I’m not an expert in RICO law but I think several of these conclusions are novel. For example, Yelp defeated “extortion” claims based on similar factual allegations. At minimum, similar to the Section 230 workaround, these allegations can be lobbed at virtually every review website that makes sales to the reviewed businesses.

Implications

This opinion sucks for review websites, but its long term effects depend in part on whether other courts treat this as a bad-facts/bad-law case.

In my opinion, pay-to-play review websites aren’t credible. Any review website that is paid by the businesses being reviewed has an unavoidable conflict of interest that infects every aspect of its editorial decisions.

Google should reduce the search engine visibility of pay-to-play review websites because of their dubious credibility.
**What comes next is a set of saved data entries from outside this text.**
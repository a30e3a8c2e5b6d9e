"""The batch's hold on its output folder: one batch at a time, and the leftovers of killed runs.

* :class:`BatchLock`: a second batch into the same folder is refused with the holder's
  process id, host and start time; a lock whose holder no longer runs on this host is
  taken over, with a notice. The lock (``<out>/.fieldfix-batch.lock``) is made with an
  exclusive create (``os.link`` of a finished temporary file), so two batches starting
  together cannot both hold it; it is the one file of the folder made outside the ledger,
  and only its holder (or a batch taking over from a dead holder) removes it.
* :func:`clean_leftovers`: temporaries of dead processes (:func:`fieldfix.outdir.remove_leftovers`)
  and the staging folders (``.fieldfix-work/*``) of dead runs on this host; only files the
  ledger vouches for, temporaries of dead processes, and links the report adapter made are
  removed.
"""

from __future__ import annotations

import contextlib
import datetime
import json
import os
import re
import secrets
from dataclasses import dataclass
from pathlib import Path

from ..errors import FieldfixError, OutputError
from ..outdir import OutputFolder, host_label, process_alive, remove_leftovers, remove_output
from ..records import Record

__all__ = ["LOCK_NAME", "LockHolder", "BatchLock", "clear_folder",
           "clean_leftovers"]

LOCK_NAME = ".fieldfix-batch.lock"
#: Staging folder names: ``<task id, letters digits _ ->.<host>-<pid>.<random hex>`` (``-in``: the report's).
_STAGING = re.compile(r"^[A-Za-z0-9_-]+\.(?P<host>[A-Za-z0-9_.]+)-(?P<pid>\d+)\.[0-9a-f]+(?:-in)?$")


@dataclass(frozen=True)
class LockHolder(Record):
    """Who holds a batch lock."""

    pid: int
    host: str
    started: str
    command: str | None = None


class BatchLock:
    """Hold the output folder for one batch (a context manager).

    Parameters
    ----------
    folder : path
        The derivatives folder (created if missing).
    command : str, optional
        Recorded in the lock, for the message another batch shows.

    Raises
    ------
    OutputError
        When another batch holds the folder (naming its process, host and start time), or
        the lock cannot be read or made.
    """

    def __init__(self, folder: str | os.PathLike, command: str | None = None):
        self.folder = OutputFolder(folder)
        self.path = self.folder.root / LOCK_NAME
        self.folder.relative(self.path)  # inside the folder, also through links
        self.holder = LockHolder(pid=os.getpid(), host=host_label(),
                                 started=datetime.datetime.now(datetime.timezone.utc).isoformat(timespec="seconds"),
                                 command=command)
        self.notice: str | None = None

    def __enter__(self) -> "BatchLock":
        self.folder.root.mkdir(parents=True, exist_ok=True)
        for _ in range(3):
            if self._create():
                return self
            other = self._read()
            if other.host != host_label() or process_alive(other.pid):
                raise OutputError(f"another fieldfix batch is writing into this folder (process {other.pid} on "
                                  f"{other.host}, started {other.started}); wait for it to finish, or remove the "
                                  "lock if that batch no longer runs", self.path)
            self._take_over(other)
        raise OutputError("cannot take the batch lock (other batches keep starting)", self.path)

    def _create(self) -> bool:
        temporary = self.path.with_name(f".{LOCK_NAME}.{host_label()}-{os.getpid()}.{secrets.token_hex(4)}.part")
        try:
            temporary.write_text(json.dumps(self.holder.to_json()), encoding="utf-8")
            os.link(temporary, self.path)
            return True
        except FileExistsError:
            return False
        except OSError as err:
            raise OutputError(f"cannot make the batch lock ({err.strerror or err})", self.path) from None
        finally:
            with contextlib.suppress(OSError):
                temporary.unlink()

    def _read(self) -> LockHolder:
        try:
            return LockHolder.read(self.path)
        except FieldfixError as err:
            if not self.path.exists():  # released meanwhile
                return LockHolder(pid=os.getpid(), host="", started="")
            raise OutputError(f"the batch lock cannot be read ({err.message}); remove it if no batch runs",
                              self.path) from None

    def _take_over(self, other: LockHolder) -> None:
        if not other.host:
            return
        aside = self.path.with_name(f".{LOCK_NAME}.stale.{secrets.token_hex(4)}")
        with contextlib.suppress(FileNotFoundError):
            os.rename(self.path, aside)  # only one of several batches taking over succeeds
            aside.unlink()
            self.notice = (f"took over the batch lock of process {other.pid} on {other.host} (started "
                           f"{other.started}), which no longer runs")

    def __exit__(self, *exc) -> bool:
        with contextlib.suppress(FieldfixError, OSError):
            if LockHolder.read(self.path) == self.holder:
                self.path.unlink()
        return False


def clear_folder(folder: Path) -> list[str]:
    """Remove a staging folder: files fieldfix wrote, temporaries of dead processes, empty folders.

    Anything else (a file someone put there) stays, and so does its folder. Returns the
    paths left behind.
    """
    if not folder.is_dir() or folder.is_symlink():
        return []
    remove_leftovers(folder)
    left = []
    for directory, subfolders, files in os.walk(folder, topdown=False):
        for name in files:
            path = Path(directory) / name
            if not remove_output(path):
                left.append(str(path))
        for name in subfolders:
            with contextlib.suppress(OSError):
                (Path(directory) / name).rmdir()
    with contextlib.suppress(OSError):
        folder.rmdir()
    return left


def clean_leftovers(deriv: Path, work_folder: str) -> list[str]:
    """Delete what killed runs on this host left in the folder; returns the removed paths.

    Call inside the folder's :func:`fieldfix.outdir.output_folder` block (the ledger decides).
    """
    removed = remove_leftovers(deriv)
    work = deriv / work_folder
    if not work.is_dir() or work.is_symlink():
        return removed
    for entry in sorted(work.iterdir()):
        match = _STAGING.match(entry.name)
        if match is None or match["host"] != host_label() or process_alive(int(match["pid"])):
            continue
        if entry.name.endswith("-in") and entry.is_dir() and not entry.is_symlink():
            for link in entry.iterdir():  # the report adapter's links: removing one leaves its target
                if link.is_symlink():
                    link.unlink()
        if not clear_folder(entry):
            removed.append(entry.relative_to(deriv).as_posix() + "/")
    with contextlib.suppress(OSError):
        work.rmdir()
    return removed
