"""The whole batch: discover, plan, hold the output folder, execute, and report.

:func:`run_batch` is the public entry point (also ``fieldfix.run_batch``).
"""

from __future__ import annotations

import datetime
import logging
import os
from dataclasses import dataclass
from pathlib import Path
from typing import Sequence

from .._progress import progress_bar
from ..errors import InputError
from ..jsonfile import write_json
from ..outdir import output_folder, output_paths_guard
from ..outputs import BatchFiles, BatchPlan, BatchSummary, ConfigRecord, RunPlanEntry, TaskFailure
from ..records import Record
from .derivatives import write_bidsignore, write_dataset_description
from .discovery import discover
from .execution import BatchExecution, execute_plan
from .group import group_rows, write_group_summary
from .inventory import Inventory
from .lock import BatchLock, clean_leftovers
from .options import BatchOptions, merge_options
from .plan import Task, TaskResult, plan_tasks, run_entries
from .tasks import WORK_FOLDER, now_iso

__all__ = ["run_batch", "BatchLog"]

_log = logging.getLogger(__name__)


def _check_folders(root: Path, deriv: Path) -> None:
    if deriv == root or (deriv.is_relative_to(root) and deriv.relative_to(root).parts[0].startswith("sub-")):
        raise InputError("the output folder must not be the dataset or one of its subject folders (use e.g. "
                         "<dataset>/derivatives/fieldfix)", path=deriv)


@dataclass(frozen=True)
class BatchLog(Record):
    """The batch log (``logs/batch_<UTC time>.json``): the command, when it ran, the batch's
    summary, the dataset's inventory and every task's result."""

    command: str | None
    started: str
    finished: str
    summary: BatchSummary
    inventory: dict[str, object]
    tasks: list[TaskResult]


@dataclass(frozen=True)
class _Batch:
    """What one batch works on: the dataset, its derivatives folder, what was found and planned."""

    root: Path
    deriv: Path
    inventory: Inventory
    tasks: list[Task]
    options: BatchOptions
    config: ConfigRecord | None


def run_batch(bids_root: str | os.PathLike, out_dir: str | os.PathLike, *,
              participant_labels: Sequence[str] | None = None, jobs: int = 1, scheduler: str | None = None,
              scheduler_file: str | os.PathLike | None = None, command: str | None = None, progress: bool = False,
              redo: bool = False, reports: bool = True, options: BatchOptions | None = None,
              config: str | os.PathLike | None = None, allow_outside_inputs: bool = False,
              dry_run: bool = False) -> BatchSummary | BatchPlan:
    """Correct a whole BIDS dataset into a fieldfix derivatives dataset.

    Parameters
    ----------
    bids_root : path
        The raw BIDS dataset.
    out_dir : path
        The derivatives folder (e.g. ``<bids_root>/derivatives/fieldfix``); created if
        missing. Finished, up-to-date outputs in it are kept, not redone.
    participant_labels : sequence of str, optional
        Subjects to process (``"01"`` or ``"sub-01"``); all when None.
    jobs : int
        Worker processes on this machine (1 runs the tasks in this process).
    scheduler, scheduler_file : optional
        A dask.distributed scheduler address (``tcp://host:8786``) or scheduler file; the
        tasks then run on its workers, which must see the same file system.
    command : str, optional
        Command line recorded in the provenance sidecars.
    progress : bool
        Show a progress bar over tasks on standard error.
    redo : bool
        Redo every task, even those whose finished outputs are up to date.
    reports : bool
        Build a report per subject (the slowest task; off for quick reruns).
    options : BatchOptions, optional
        Processing options for every task; fields that differ from the defaults win over
        the config file's.
    config : path, optional
        A JSON or TOML file of processing options (see :mod:`fieldfix.batch.options`).
    allow_outside_inputs : bool
        Use data files that resolve outside the dataset through links.
    dry_run : bool
        Only discover and plan (no image data read, nothing written): returns a
        :class:`~fieldfix.outputs.BatchPlan`.

    Returns
    -------
    BatchSummary or BatchPlan
        ``exit_status`` is 0 when every task finished (every run with a field map
        corrected), 1 otherwise.

    Raises
    ------
    InputError, OutputError
        Bad dataset, participants or options; an output folder held by another batch or
        holding another tool's files (nothing is run).

    Examples
    --------
    >>> summary = run_batch("/data/study", "/data/study/derivatives/fieldfix", jobs=2)  # doctest: +SKIP
    >>> summary.exit_status, summary.failures                                         # doctest: +SKIP
    (0, [])
    """
    root, deriv = Path(bids_root).expanduser().resolve(), Path(out_dir).expanduser().resolve()
    execution = BatchExecution(jobs=jobs, scheduler=scheduler, command=command, progress=progress, redo=redo,
                               scheduler_file=str(scheduler_file) if scheduler_file is not None else None)
    execution.check()
    _check_folders(root, deriv)
    options, config_record = merge_options(options, config)
    inventory = discover(root, participant_labels, allow_outside_inputs=allow_outside_inputs)
    tasks = plan_tasks(inventory, deriv, reports=reports, options=options)
    if dry_run:
        return BatchPlan(dataset=str(root), derivatives=str(deriv), runs=run_entries(inventory, tasks),
                         tasks=[t.task_id for t in tasks], dataset_remarks=list(inventory.problems),
                         options=options.changed(), config=config_record)
    with output_folder(deriv), BatchLock(deriv, execution.command) as lock:
        return _run_held(_Batch(root, deriv, inventory, tasks, options, config_record), lock, execution)


def _run_held(batch: _Batch, lock: BatchLock, execution: BatchExecution) -> BatchSummary:
    """The batch once it holds its output folder: checks, cleanup, execution, summaries."""
    started = datetime.datetime.now(datetime.timezone.utc)
    files = BatchFiles.named(started.strftime("%Y%m%dT%H%M%SZ"))
    # files of the whole batch: refused up front when someone else's file has their name
    output_paths_guard([batch.deriv / p for p in (files.group_csv, files.group_json, files.group_figure)],
                       overwrite=True)
    notices = [lock.notice] if lock.notice else []
    removed = clean_leftovers(batch.deriv, WORK_FOLDER)
    if removed:
        notices.append(f"removed {len(removed)} leftovers of killed runs: " + ", ".join(removed[:5])
                       + (" ..." if len(removed) > 5 else ""))
    for notice in notices:
        _log.warning("%s", notice)
    write_dataset_description(batch.deriv, batch.root)
    write_bidsignore(batch.deriv)
    results = _execute(batch.tasks, batch.deriv, execution)
    summary = _write_group_summary(batch, results, files, execution.mode, notices)
    log = BatchLog(command=execution.command, started=started.isoformat(timespec="seconds"),
                   finished=now_iso("seconds"), summary=summary, inventory=batch.inventory.as_dict(),
                   tasks=list(results.values()))
    write_json(batch.deriv / files.log, log.to_json(), overwrite=True)
    return summary


def _execute(tasks: list[Task], deriv: Path, execution: BatchExecution) -> dict[str, TaskResult]:
    bar = progress_bar(total=len(tasks), desc="batch tasks", enabled=execution.progress, unit="task")

    def on_result(result: TaskResult) -> None:
        if result.status == "failed":
            _log.warning("%s failed: %s", result.task_id, result.reason)
        bar.update(1)

    try:
        with execution.executor() as executor:
            return execute_plan(tasks, executor, str(deriv), command=execution.command, on_result=on_result,
                                redo=execution.redo)
    finally:
        bar.close()
        work = deriv / WORK_FOLDER
        if work.is_dir() and not work.is_symlink() and not any(work.iterdir()):
            work.rmdir()


def _run_outcomes(inventory: Inventory, tasks: list[Task], results: dict[str, TaskResult]) -> list[RunPlanEntry]:
    outcomes = []
    for entry, run in zip(run_entries(inventory, tasks), inventory.runs):
        result = results.get(f"unwarp:{run.stem}")
        if result is None:
            outcomes.append(entry)
        elif result.ok:
            outcomes.append(RunPlanEntry(run=entry.run, fieldmap=entry.fieldmap, action="corrected", reason=run.note))
        else:
            outcomes.append(RunPlanEntry(run=entry.run, fieldmap=entry.fieldmap, action="failed",
                                         reason=result.reason))
    return outcomes


def _write_group_summary(batch: _Batch, results: dict[str, TaskResult], files: BatchFiles, mode: str,
                         notices: list[str]) -> BatchSummary:
    """Write the group table and figure; return the batch's summary."""
    counts = {s: 0 for s in ("done", "reused", "failed", "skipped")}
    for result in results.values():
        counts[result.status] = counts.get(result.status, 0) + 1
    failures = [TaskFailure(task=r.task_id, subject=f"sub-{r.subject}", status=r.status, reason=r.reason)
                for r in results.values() if not r.ok]
    inventory = batch.inventory
    files = write_group_summary(batch.deriv, group_rows(inventory, results, batch.deriv), files)
    warnings = list(dict.fromkeys(w for fm in inventory.fieldmaps for w in fm.warnings))
    return BatchSummary(
        dataset=str(batch.root), derivatives=str(batch.deriv), execution=mode,
        subjects=[f"sub-{s}" for s in inventory.subjects], tasks=counts, failures=failures,
        runs=_run_outcomes(inventory, batch.tasks, results),
        fieldmaps_without_target=[f.key for f in inventory.fieldmaps_without_target],
        dataset_remarks=list(inventory.problems), warnings=warnings, notices=notices,
        options=batch.options.changed(), outputs=files, log=files.log, exit_status=1 if failures else 0,
        config=batch.config)
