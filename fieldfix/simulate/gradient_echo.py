"""Dual- and multi-echo gradient-echo simulator with a known B0 map.

Signal model for echo ``n`` at echo time ``TE_n`` (common practice, no source):

``s_n(x) = M(x) * exp(-TE_n / T2*) * exp(i * (phi0(x) + 2*pi * b0_hz(x) * TE_n)) + noise``

where ``M`` is the object magnitude, ``phi0`` a smooth receiver phase offset that is
the same for all echoes, and the noise is complex Gaussian with standard deviation
``sigma`` in the real and in the imaginary channel.  The SNR is defined as the mean
noise-free magnitude of the first echo inside the object divided by ``sigma``.

All randomness comes from a ``numpy.random.Generator`` (or a seed), so a call is
reproducible.

Example
-------
>>> data = simulate_gradient_echo(head_field_hz((24, 24, 16), amplitude_hz=80.0),
...                               [4.92e-3, 7.38e-3], magnitude=ellipsoid_magnitude((24, 24, 16)),
...                               snr=30.0, rng=1)
>>> len(data.echoes), data.echoes[0].shape
(2, (24, 24, 16))
"""

from __future__ import annotations

from dataclasses import dataclass

import numpy as np
import scipy.ndimage as ndi

__all__ = [
    "GradientEchoData",
    "simulate_gradient_echo",
    "ellipsoid_magnitude",
    "head_field_hz",
    "smooth_random_phase",
]


@dataclass(frozen=True)
class GradientEchoData:
    """Simulated echoes and their ground truth.

    Attributes
    ----------
    echoes : list of complex ndarray
        One complex image per echo (noise included).
    echo_times_s : tuple of float
    b0_hz : ndarray
        The true field.
    receiver_phase_rad : ndarray
        The echo-independent phase offset.
    magnitude : ndarray
        Noise-free object magnitude at TE = 0.
    object_mask : ndarray of bool
        Where the object is (``magnitude > 0``).
    noise_sigma : float
        Standard deviation of the noise per real/imaginary channel.
    """

    echoes: list
    echo_times_s: tuple
    b0_hz: np.ndarray
    receiver_phase_rad: np.ndarray
    magnitude: np.ndarray
    object_mask: np.ndarray
    noise_sigma: float

    def magnitudes(self):
        """``|s_n|`` per echo."""
        return [np.abs(z) for z in self.echoes]

    def phases_rad(self):
        """``angle(s_n)`` per echo, in (-pi, pi]."""
        return [np.angle(z) for z in self.echoes]


def _rng(rng):
    return rng if isinstance(rng, np.random.Generator) else np.random.default_rng(rng)


def ellipsoid_magnitude(shape, *, radii_fraction=(0.4, 0.45, 0.4), inner_fraction=0.55,
                        inner_contrast=0.7):
    """A head-like magnitude: an ellipsoid (value 1) with a dimmer inner ellipsoid.

    Parameters
    ----------
    shape : tuple of 3 int
    radii_fraction : 3 floats
        Semi-axes as fractions of the grid size.
    inner_fraction, inner_contrast : float
        Size (relative) and value of the inner ellipsoid.

    Example
    -------
    >>> m = ellipsoid_magnitude((16, 16, 16))
    >>> float(m.max()), float(m.min())
    (1.0, 0.0)
    """
    grids = np.meshgrid(*[np.arange(n) - (n - 1) / 2 for n in shape], indexing="ij")
    r2 = sum((g / (f * n)) ** 2 for g, f, n in zip(grids, radii_fraction, shape))
    mag = np.where(r2 < 1.0, 1.0, 0.0)
    mag[r2 < inner_fraction**2] = inner_contrast
    return mag


def head_field_hz(shape, *, amplitude_hz=100.0, centre_fraction=(0.5, 0.75, 0.3), width_fraction=0.25,
                  gradient_hz=(20.0, -10.0, 15.0)):
    """A smooth field with a focal susceptibility-like bump plus linear terms, in Hz.

    ``amplitude_hz * exp(-r^2 / (2 w^2))`` centred at ``centre_fraction`` of the grid
    (by default low and frontal, where sinus air sits), plus a linear ramp whose total
    change across each axis is ``gradient_hz``.

    Example
    -------
    >>> f = head_field_hz((16, 16, 16), amplitude_hz=50.0, gradient_hz=(0, 0, 0))
    >>> 45 < float(f.max()) <= 50
    True
    """
    grids = np.meshgrid(*[np.arange(n, dtype=np.float64) for n in shape], indexing="ij")
    r2 = sum(((g - c * (n - 1)) / (width_fraction * n)) ** 2
             for g, c, n in zip(grids, centre_fraction, shape))
    field = amplitude_hz * np.exp(-0.5 * r2)
    for g, n, slope in zip(grids, shape, gradient_hz):
        field += slope * (g / max(n - 1, 1) - 0.5)
    return field


def smooth_random_phase(shape, *, amplitude_rad=np.pi, smoothness_vox=6.0, rng=None):
    """A smooth random phase map (Gaussian-filtered noise scaled to ``amplitude_rad`` peak).

    Example
    -------
    >>> p = smooth_random_phase((16, 16, 8), amplitude_rad=1.0, rng=0)
    >>> round(float(np.abs(p).max()), 6)
    1.0
    """
    gen = _rng(rng)
    raw = ndi.gaussian_filter(gen.standard_normal(shape), smoothness_vox, mode="wrap")
    peak = np.abs(raw).max()
    return raw * (amplitude_rad / peak) if peak > 0 else raw


def simulate_gradient_echo(b0_hz, echo_times_s, *, magnitude=None, t2star_s=0.04, receiver_phase_rad=None,
                           snr=30.0, frequency_adjust=True, rng=None):
    """Simulate complex gradient-echo images at several echo times.

    Parameters
    ----------
    b0_hz : ndarray, 3D
        True off-resonance field in Hz.
    echo_times_s : sequence of float
        Echo times in seconds.
    magnitude : ndarray, optional
        Object magnitude at TE = 0 (default: :func:`ellipsoid_magnitude`).
    t2star_s : float or ndarray or None
        T2* decay constant in seconds (None: no decay).
    receiver_phase_rad : ndarray or None
        Echo-independent phase offset; default a smooth random map of amplitude pi.
    snr : float or None
        Mean first-echo magnitude in the object over the noise sigma; None for no noise.
    frequency_adjust : bool
        Subtract the median field inside the object first, as the scanner's centre
        frequency adjustment does (common practice, no source); the returned
        ``b0_hz`` is the adjusted field.
    rng : numpy.random.Generator or int or None
        Source of randomness (seed allowed).

    Returns
    -------
    GradientEchoData
    """
    gen = _rng(rng)
    b0_hz = np.asarray(b0_hz, dtype=np.float64)
    shape = b0_hz.shape
    tes = tuple(float(t) for t in echo_times_s)
    if len(tes) < 1:
        raise ValueError("need at least one echo time")
    mag = ellipsoid_magnitude(shape) if magnitude is None else np.asarray(magnitude, dtype=np.float64)
    if mag.shape != shape:
        raise ValueError(f"magnitude shape {mag.shape} differs from field shape {shape}")
    obj = mag > 0
    if frequency_adjust and obj.any():
        b0_hz = b0_hz - np.median(b0_hz[obj])
    phi0 = (smooth_random_phase(shape, amplitude_rad=np.pi, rng=gen)
            if receiver_phase_rad is None else np.asarray(receiver_phase_rad, dtype=np.float64))
    decay0 = 1.0 if t2star_s is None else np.exp(-tes[0] / np.asarray(t2star_s, dtype=np.float64))
    first = mag * decay0
    if snr is None:
        sigma = 0.0
    else:
        mean_signal = float(np.mean(np.broadcast_to(first, shape)[obj])) if obj.any() else 1.0
        sigma = mean_signal / float(snr)
    echoes = []
    for te in tes:
        decay = 1.0 if t2star_s is None else np.exp(-te / np.asarray(t2star_s, dtype=np.float64))
        z = mag * decay * np.exp(1j * (phi0 + 2.0 * np.pi * b0_hz * te))
        if sigma > 0:
            z = z + sigma * (gen.standard_normal(shape) + 1j * gen.standard_normal(shape))
        echoes.append(z)
    return GradientEchoData(echoes, tes, b0_hz, phi0, mag, obj, sigma)
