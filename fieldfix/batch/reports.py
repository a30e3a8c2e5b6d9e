"""The per-subject report: an adapter to the report builder, and what the group table reads back.

The report package being written takes the job summaries themselves
(``build_report(summaries, out_path=..., title=...)``; the outputs a summary names are
file names relative to its folder). Until it lands, :func:`subject_report` feeds today's
folder-based :func:`fieldfix.report.build_report` by linking each summary's outputs under
the workflows' own names into a private folder beside the staging folder; switching is the
one line marked below, and :func:`_through_folder` then goes.
"""

from __future__ import annotations

import os
from dataclasses import dataclass
from pathlib import Path

from ..io import image_stem, sidecar_path
from ..jsonfile import read_json
from ..outputs import DropoutFiles, DropoutSummary, FieldMapFiles, FieldMapSummary, UnwarpFiles, UnwarpSummary
from ..records import Record
from ..report import build_report
from .bids import parse_bids_name

__all__ = ["ReportFiles", "SubjectReport", "subject_report", "report_alignment"]

_SUMMARIES = {"fieldmap": FieldMapSummary, "unwarp": UnwarpSummary, "dropout": DropoutSummary}


@dataclass(frozen=True)
class ReportFiles(Record):
    """A subject report's files (names inside its folder)."""

    html: str
    numbers: str
    figure: str | None = None


@dataclass(frozen=True)
class SubjectReport(Record):
    """What the report task made."""

    outputs: ReportFiles


def subject_report(summaries: list[Path], out_dir: Path, *, title: str) -> SubjectReport:
    """Build one subject's report from its derivative job summaries into `out_dir`."""
    html = _through_folder(summaries, out_dir, title)
    # when the report package lands: html = build_report(summaries, out_path=out_dir, title=title)
    html = Path(html)
    figure = html.with_name("report_summary.png")
    return SubjectReport(outputs=ReportFiles(html=html.name, numbers="report.json",
                                             figure=figure.name if figure.is_file() else None))


def _native_files(record, summary_path: Path):
    """The names the workflow itself gives this summary's outputs (today's report finds them so)."""
    files = record.outputs
    if isinstance(record, FieldMapSummary):
        parsed = parse_bids_name(summary_path.name)
        tag = parsed.stem(drop=("desc",)) + "_"
        units = [u for u, role in (("rad/s", files.b0_rads), ("ppm", files.b0_ppm)) if role is not None]
        return FieldMapFiles.named(tag, units)
    if isinstance(record, UnwarpSummary):
        return UnwarpFiles.named(image_stem(record.run))
    return DropoutFiles.named(image_stem(record.geometry_from) + "_", bold=files.bold_sensitivity is not None,
                              on_epi=files.retention_on_epi is not None)


def _links_for(summary_path: Path) -> list[tuple[Path, str]]:
    data = read_json(summary_path)
    record = _SUMMARIES[data.get("kind")].from_json(data, summary_path)
    native, files = _native_files(record, summary_path), record.outputs
    links = []
    for role, name in native.paths(".").items():
        derived = getattr(files, role)
        if derived is None:
            continue
        links.append((summary_path.parent / derived, name.name))
        if role in files.IMAGES and sidecar_path(summary_path.parent / derived).is_file():
            links.append((sidecar_path(summary_path.parent / derived), sidecar_path(name).name))
    return links


def _through_folder(summaries: list[Path], out_dir: Path, title: str) -> Path:
    gather = out_dir.with_name(out_dir.name + "-in")
    gather.mkdir()
    made = []
    try:
        for summary in summaries:
            for target, name in _links_for(summary):
                os.symlink(target, gather / name)
                made.append(gather / name)
        return build_report(gather, out_path=out_dir, title=title)
    finally:
        for link in made:
            if link.is_symlink():
                link.unlink()
        gather.rmdir()


def report_alignment(numbers_path: Path) -> dict[str, float]:
    """Run stem -> alignment gain (edge agreement after - before) from a report's ``report.json``.

    Read by the report's own keys (``runs`` entries with ``stem``,
    ``edge_agreement_before`` and ``edge_agreement_after``) until the report has a record.
    """
    gains = {}
    for run in read_json(numbers_path).get("runs") or []:
        before, after = run.get("edge_agreement_before"), run.get("edge_agreement_after")
        if isinstance(before, (int, float)) and isinstance(after, (int, float)) and isinstance(run.get("stem"), str):
            gains[run["stem"]] = float(after) - float(before)
    return gains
If Google dried up the traffic to some of the venerable but questionable review websites, many of shady practices in the review website industry would magically resolve themselves.

Some of the court’s analysis could extend to other pay-to-remove websites, such as nonconsensual porn archives, mugshot websites or online profiles. Perhaps this opinion provides a useful barometer of judges’ intolerance for pay-to-remove businesses.

Case citation: Consumer Cellular, Inc. v. ConsumerAffairs.com, 3:15-CV-1908-PK (D. Ore.). Magistrate report, 2016 WL 3176602 (Feb. 29, 2016). Trial court adoption of magistrate report (June 2, 2016).